L’indagine, condotta tra il 2016 e il 2019 e coordinata dalla Direzione Distrettuale Antimafia di Napoli, ha evidenziato l’operatività del sodalizio criminale con base a San Paolo Bel Sito (NA) e con interessi principalmente nell’agro nolano e in una parte della provincia di Avellino. L’obiettivo del clan era quello di affermare il proprio controllo egemonico sul territorio di interesse, avvalendosi anche di una considerevole quantità di armi comuni da sparo.
Le indagini hanno rivelato numerose estorsioni perpetrate dal clan attraverso l’imposizione di prodotti caseari a numerosi esercizi commerciali della zona, nonché l’induzione degli imprenditori all’acquisto di materiali per l’edilizia da una specifica rivendita di riferimento. Il sodalizio garantiva profitti significativi anche tramite attività di riciclaggio, l’esercizio illecito della professione creditizia e la concorrenza sleale, sfruttando l’intimidazione derivante dalla sua azione associativa sul territorio.

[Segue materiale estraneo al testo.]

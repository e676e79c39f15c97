"""``thermgui whatif``: the model's mesh ladder, unit responses on its band's meshes, and the what-if's
peaks.csv and history.csv with every peak's error band (docs/one-solve-answers.md, section 3)."""
from __future__ import annotations

import math
import sys
import time
from pathlib import Path

from solver.errors import ModelError, SolveError
from solver.answers.whatif import check_whatif, model_digest, parse_scales
from solver.answers.whatifband import (LEVELS_CACHE, band_levels_for, evaluate_with_band, load_levels,
                                       rows_with_band, save_levels)


def whatif_to_folder(model_path, out_dir, scale_specs, ambient_offset=0.0, quiet=False, linear_solver="auto",
                     stream=None, err=None, tolerance_k="model") -> int:
    """``thermgui whatif``: the what-if's peaks.csv and history.csv, each peak with its error band.

    The model's mesh ladder runs first, as ``thermgui solve`` would run it (``tolerance_k``:
    "model" = the file's ``mesh.tolerance_k``, a number of kelvin, or None = the file's mesh with
    two finer ones for the band), no files written; the unit responses are then built on the meshes
    the run's bound came from and the what-if is evaluated on each, so its peaks carry the same kind
    of bound as a run's (:mod:`solver.answers.whatifband`). Unit responses and planes are stored in
    ``out_dir/unit-responses/`` and reused while the model (and tolerance) is unchanged."""
    from solver.caution import CAUTION
    from solver.run.cli import format_summary
    from solver.model.modelfile import load_model
    from solver.io.writers import write_history_csv, write_peaks_csv

    stream = stream if stream is not None else sys.stdout
    err = err if err is not None else sys.stderr
    say = (lambda m: None) if quiet else (lambda m: err.write(m + "\n"))
    t0 = time.perf_counter()
    try:
        if not math.isfinite(ambient_offset):
            raise ModelError(("--ambient-offset", "must be a finite number of kelvin"))
        model = load_model(model_path)
        check_whatif(model)
        scales = parse_scales(model, scale_specs)
        if tolerance_k != "model":
            if tolerance_k is not None and not (isinstance(tolerance_k, (int, float)) and math.isfinite(tolerance_k)
                                                and tolerance_k > 0):
                raise ModelError(("--tolerance", "must be a positive number of kelvin or none"))
            model.mesh.tolerance_k = tolerance_k
    except ModelError as e:
        err.write(e.with_source(e.source or str(model_path)).describe() + "\n")
        return 2
    out = Path(out_dir)
    digest = model_digest(model)
    cache = out / LEVELS_CACHE
    note = None
    try:
        levels = load_levels(cache, digest, model) if cache.exists() else None
        if levels is None:
            band, levels, note = band_levels_for(model, linear_solver, say)
            save_levels(cache, digest, band, levels)
        else:
            say(f"{model_path}: reusing stored unit responses in {cache}")
        t_eval = time.perf_counter()
        rec, bound = evaluate_with_band(levels, scales, ambient_offset)
        rows = rows_with_band(rec, bound)
        t_eval = time.perf_counter() - t_eval
        out.mkdir(parents=True, exist_ok=True)
        for name, writer in (("peaks.csv", lambda p: write_peaks_csv(p, rows)),
                             ("history.csv", lambda p: write_history_csv(p, rec))):
            tmp = out / (name + ".part")
            writer(tmp)
            tmp.replace(out / name)
    except ModelError as e:  # e.g. a mesh level refused before allocation (memory)
        err.write(e.with_source(e.source or str(model_path)).describe() + "\n")
        return 2
    except SolveError as e:
        err.write(f"{model_path}: what-if failed: {e}\n")
        return 1
    except OSError as e:
        err.write(f"{out_dir}: cannot write results ({e.strerror or e})\n")
        return 1
    problem = levels.problem
    for w in problem.warnings:
        say(f"warning: {w}")
    if note:
        say(f"warning: {note}")
    if not quiet:
        ur = levels.units[levels.reported]
        desc = ", ".join(f"{hl.part} ×{s:g}" for hl, s in zip(model.heat_loads, scales) if s != 1.0) or "loads as in the file"
        stream.write(f"what-if: {desc}; ambient {ambient_offset:+g} K\n")
        stream.write(format_summary(rows) + "\n")
        meshes = (f"on {len(levels.units)} meshes ({', '.join(f'{n:,}' for n in levels.nodes)} grid nodes; "
                  f"peaks from the {levels.problem.n_nodes:,}-node mesh)" if len(levels.units) > 1 else
                  "on the file's mesh only: no mesh error band")
        stream.write(f"evaluated in {t_eval:.2f} s from unit responses {meshes} (basis {ur.v.shape[1]} vectors, "
                     f"last change {levels.basis_change_k:.2g} K); results in {out_dir} "
                     f"({time.perf_counter() - t0:.1f} s)\n")
        stream.write(CAUTION + "\n")
    return 0
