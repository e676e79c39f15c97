"""Files of a Zth run: zth.csv, foster.csv, cauer.csv, zth.json and one SPICE subcircuit per part.

SPICE convention (a plain RC netlist, an open convention): voltage stands for temperature rise
above ambient (1 V = 1 K), current for heat flow (1 A = 1 W), node 0 for ambient. Each part's
subcircuit ``ZTH_<part>`` has the pins ``RISE`` (the part's temperature rise) followed by a pair
``<heated>_IN <heated>_OUT`` per heated part: the heated part's power, as a current, enters at
``_IN`` and leaves at ``_OUT`` through a 0 V sensing source, so several subcircuits can share one
power source in series. Inside, each heated part drives its own Foster chain (parallel R ‖ C
stages in series to node 0) through a current-controlled current source, and the chains'
voltages are summed by voltage-controlled voltage sources into ``RISE`` (superposition).
A stage with R < 0 (a signed fit, see :mod:`solver.answers.foster`) has C < 0 too; its time constant
R·C is positive and the network is stable.
"""
from __future__ import annotations

import csv
import io
import json
import os
import re
from pathlib import Path

import numpy as np


def _atomic_write(path: Path, text: str) -> None:
    tmp = path.with_name(path.name + ".part")
    with open(tmp, "w", newline="", encoding="utf-8") as f:
        f.write(text)
    os.replace(tmp, path)


def spice_name(name: str) -> str:
    """A SPICE-safe identifier from a part name (letters, digits, underscore; upper case)."""
    s = re.sub(r"[^A-Za-z0-9]+", "_", name).strip("_").upper()
    return s or "PART"


def _unique_names(names):
    out, seen = [], {}
    for n in names:
        s = spice_name(n)
        k = seen.get(s, 0)
        seen[s] = k + 1
        out.append(s if k == 0 else f"{s}_{k + 1}")
    return out


def subcircuit(part: str, heated: list, fits: list) -> str:
    """Netlist text of one part's subcircuit; ``fits[j]`` the Foster fit for heated part j."""
    hs = _unique_names(heated)
    name = f"ZTH_{spice_name(part)}"
    pins = " ".join(["RISE"] + [f"{h}_IN {h}_OUT" for h in hs])
    lines = [f"* Zth of part {part!r}: RISE = temperature rise above ambient (1 V = 1 K)",
             "* for heat flows (1 A = 1 W) through each <heated>_IN -> <heated>_OUT pin pair",
             "* thermgui Foster fit; results are engineering estimates, confirm by measurement",
             f".SUBCKT {name} {pins}"]
    for j, (h, fit) in enumerate(zip(hs, fits)):
        lines.append(f"* heated part {heated[j]!r}: {fit.stages} Foster stages, fit error {100 * fit.error:.2f} %")
        lines.append(f"VS{j + 1} {h}_IN {h}_OUT DC 0")
        lines.append(f"FS{j + 1} 0 N{j + 1}_0 VS{j + 1} 1")
        for k, (r, c) in enumerate(zip(fit.r, fit.c)):
            a = f"N{j + 1}_{k}"
            b = "0" if k == fit.stages - 1 else f"N{j + 1}_{k + 1}"
            lines.append(f"R{j + 1}_{k + 1} {a} {b} {r:.10g}")
            lines.append(f"C{j + 1}_{k + 1} {a} {b} {c:.10g}")
    m = len(hs)
    for j in range(m):
        plus = "RISE" if j == m - 1 else f"S{j + 1}"
        minus = "0" if j == 0 else f"S{j}"
        lines.append(f"E{j + 1} {plus} {minus} N{j + 1}_0 0 1")
    lines.append(f".ENDS {name}")
    return "\n".join(lines) + "\n"


def write_zth_outputs(out_dir, result, fits: dict, cauers: dict, model_title: str = "") -> list:
    """Write every file; ``fits[(a, j)]`` FosterFit, ``cauers[(a, j)]`` CauerLadder or None.
    Returns the paths written."""
    out = Path(out_dir)
    out.mkdir(parents=True, exist_ok=True)
    written = []

    buf = io.StringIO()
    w = csv.writer(buf, lineterminator="\n")
    pairs = list(result.pairs())
    w.writerow(["time_s"] + [f"zth:{A}:{J}" for _, _, A, J in pairs])
    for k, t in enumerate(result.times):
        w.writerow([f"{t:.6g}"] + [f"{result.zth[a, j, k]:.6g}" for a, j, _, _ in pairs])
    _atomic_write(out / "zth.csv", buf.getvalue())
    written.append(out / "zth.csv")

    for fname, table in (("foster.csv", fits), ("cauer.csv", cauers)):
        buf = io.StringIO()
        w = csv.writer(buf, lineterminator="\n")
        w.writerow(["part", "heated_part", "stage", "r_k_w", "c_j_k"])
        for a, j, A, J in pairs:
            net = table.get((a, j))
            if net is None:
                continue
            for k, (r, c) in enumerate(zip(net.r, net.c)):
                w.writerow([A, J, k + 1, f"{r:.8g}", f"{c:.8g}"])
        _atomic_write(out / fname, buf.getvalue())
        written.append(out / fname)

    spice_dir = out / "spice"
    spice_dir.mkdir(exist_ok=True)
    for a, (A, fname) in enumerate(zip(result.parts, _unique_names(result.parts))):
        text = subcircuit(A, result.heated, [fits[(a, j)] for j in range(len(result.heated))])
        path = spice_dir / f"{fname.lower()}.sub"
        _atomic_write(path, text)
        written.append(path)

    doc = {
        "format": "thermgui-zth", "version": 1, "title": model_title,
        "definition": ("zth[part][heated_part](t), K/W: maximum over the nodes of the part's cells of the "
                       "temperature rise above ambient, t seconds after 1 W steps on in the heated part "
                       "(model at ambient before, ambients constant)"),
        "fit_error_definition": "max over the times of |fit - zth| / max(zth, 1 % of its final value)",
        "times_s": [float(t) for t in result.times],
        "basis_size": result.basis_size,
        "basis_change": float(result.error_estimate) if np.isfinite(result.error_estimate) else None,
        "pairs": [],
    }
    for a, j, A, J in pairs:
        fit, cauer = fits[(a, j)], cauers.get((a, j))
        doc["pairs"].append({
            "part": A, "heated_part": J, "rth_k_w": float(result.rth[a, j]),
            "zth_k_w": [float(v) for v in result.zth[a, j]],
            "foster": {"stages": fit.stages, "signed": bool(fit.signed), "fit_error": fit.error,
                       "r_k_w": [float(v) for v in fit.r], "c_j_k": [float(v) for v in fit.c],
                       "tau_s": [float(v) for v in fit.tau]},
            "cauer": None if cauer is None else {"r_k_w": [float(v) for v in cauer.r],
                                                 "c_j_k": [float(v) for v in cauer.c]},
        })
    _atomic_write(out / "zth.json", json.dumps(doc, indent=1, allow_nan=False) + "\n")
    written.append(out / "zth.json")
    return written
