def test_record_edits_makes_an_edited_file_the_runs_own(tmp_path):
    out = tmp_path / "R"
    model = _write(tmp_path, BASE)
    assert _solve(model, out)[0] == 0
    rows = (out / "peaks.csv").read_text().splitlines()
    rows[1] = rows[1].replace(",ok", ",at-risk")
    (out / "peaks.csv").write_text("\n".join(rows) + "\n")
    with pytest.raises(ModelError, match="mixed or damaged"):
        load_run(out)
    runstore.record_edits(out, ["peaks.csv"])
    assert load_run(out).peaks[0]["status"] == "at-risk"
    assert runstore.foreign_files(out) == []
    assert _solve(model, out)[0] == 0  # now the run's own: a rerun replaces it without --force
    assert load_run(out).peaks[0]["status"] == "ok"
    for bad in ("../model.json", "nothing.csv"):
        with pytest.raises(ModelError, match="not a file inside"):
            runstore.record_edits(out, [bad])
    (out / runstore.MANIFEST_NAME).unlink()
    with pytest.raises(ModelError, match="no complete manifest"):
        runstore.record_edits(out, ["peaks.csv"])


def test_frames_of_another_run_make_a_folder_mixed(tmp_path):
    a, b = tmp_path / "A", tmp_path / "B"
    assert _solve(_write(tmp_path, BASE), a)[0] == 0
    finer = copy.deepcopy(BASE)
    finer["mesh"]["cell_mm"] = 1.0
    assert _solve(_write(tmp_path, finer, "fine.json"), b)[0] == 0
    shutil.copy(b / FIELD_FILE, a / FIELD_FILE)
    with pytest.raises(ModelError, match="mixed or damaged.*field.vtkhdf"):
        load_run(a)
    # the same without a manifest (a folder written before manifests): the node counts give it away
    (a / runstore.MANIFEST_NAME).unlink()
    with pytest.raises(ModelError, match="mixed"):
        load_run(a)


def test_frames_of_another_run_make_a_pvd_folder_mixed(tmp_path):
    a, b = tmp_path / "A", tmp_path / "B"
    assert _solve(_write(tmp_path, BASE), a)[0] == 0
    finer = copy.deepcopy(BASE)
    finer["mesh"]["cell_mm"] = 1.0
    assert _solve(_write(tmp_path, finer, "fine.json"), b)[0] == 0
    to_legacy_layout(a)
    to_legacy_layout(b)
    shutil.copy(sorted((b / "field").glob("*.vtu"))[-1], sorted((a / "field").glob("*.vtu"))[-1])
    with pytest.raises(ModelError, match="mixed"):
        run = load_run(a)
        run.field(len(run.times) - 1)


def test_a_folder_without_manifest_opens_with_a_notice(tmp_path):
    out = tmp_path / "R"
    assert _solve(_write(tmp_path, BASE), out)[0] == 0
    (out / runstore.MANIFEST_NAME).unlink()
    run = load_run(out)
    assert run.notice and "before results folders carried a manifest" in run.notice
    assert len(run.times) == 3 and np.isfinite(run.field(2)).all()


def test_a_folder_of_the_pvd_layout_opens_with_a_notice(tmp_path):
    out = tmp_path / "R"
    assert _solve(_write(tmp_path, BASE), out)[0] == 0
    want = load_run(out)
    want_last = want.field(2).copy()
    want.series.close()
    to_legacy_layout(out)
    run = load_run(out)
    assert run.series.layout == "pvd"
    assert run.notice and "before results folders carried a manifest" in run.notice
    assert list(run.times) == list(want.times)
    np.testing.assert_array_equal(run.field(2), want_last)


# ---------------------------------------------------------------- damaged folders never raise anything else
def _unsealed(tmp_path) -> Path:
    """A complete run without its manifest: as written before manifests (field.vtkhdf layout)."""
    out = tmp_path / "R"
    assert _solve(_write(tmp_path, BASE), out)[0] == 0
    (out / runstore.MANIFEST_NAME).unlink()
    return out


TABLE_DAMAGE = {
    "history.csv not numbers": lambda d: (d / "history.csv").write_text("time_s,max:plate\nabc,def\n"),
    "history.csv empty": lambda d: (d / "history.csv").write_text(""),
    "run.json holds a list": lambda d: (d / "run.json").write_text("[1, 2]"),
    "run.json model is a list": lambda d: (d / "run.json").write_text('{"model": [1], "mesh": {}}'),
    "run.json nested 50k": lambda d: (d / "run.json").write_text("[" * 50_000 + "]" * 50_000),
    "run.json binary": lambda d: (d / "run.json").write_bytes(bytes(range(256))),
    "peaks.csv huge field": lambda d: (d / "peaks.csv").write_text("part\n" + "x" * 200_000 + "\n"),
    "peaks.csv missing": lambda d: (d / "peaks.csv").unlink(),
}
PVD_DAMAGE = {
    "field.pvd garbage": lambda d: (d / "field.pvd").write_text("<<<not xml"),
    "field.pvd points outside": lambda d: (d / "field.pvd").write_text(
        '<VTKFile><Collection><DataSet timestep="0" file="../../etc/passwd"/></Collection></VTKFile>'),
    "field.pvd bad time": lambda d: (d / "field.pvd").write_text(
        '<VTKFile><Collection><DataSet timestep="soon" file="x.vtu"/></Collection></VTKFile>'),
    "field.pvd no frames": lambda d: (d / "field.pvd").write_text("<VTKFile><Collection/></VTKFile>"),
    "a .vtu truncated": lambda d: truncate(sorted((d / "field").glob("*.vtu"))[-1], 0.5),
    "a .vtu missing": lambda d: sorted((d / "field").glob("*.vtu"))[-1].unlink(),
}


def _open_every_frame(out: Path) -> None:
    run = load_run(out)  # some damage only shows when the frames are read
    run.geometry()
    for i in range(len(run.times)):
        run.field(i)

A dimostrazione della forte presenza del clan nella zona, durante la processione della patrona del paese, l’effigie della Santa era stata fatta “inchinare” di fronte all’abitazione del capo clan.
Durante le attività investigative, i carabinieri hanno eseguito anche un decreto di sequestro preventivo, del valore di circa 30 milioni di euro, che ha coinvolto immobili (terreni e fabbricati), società, autovetture e rapporti finanziari.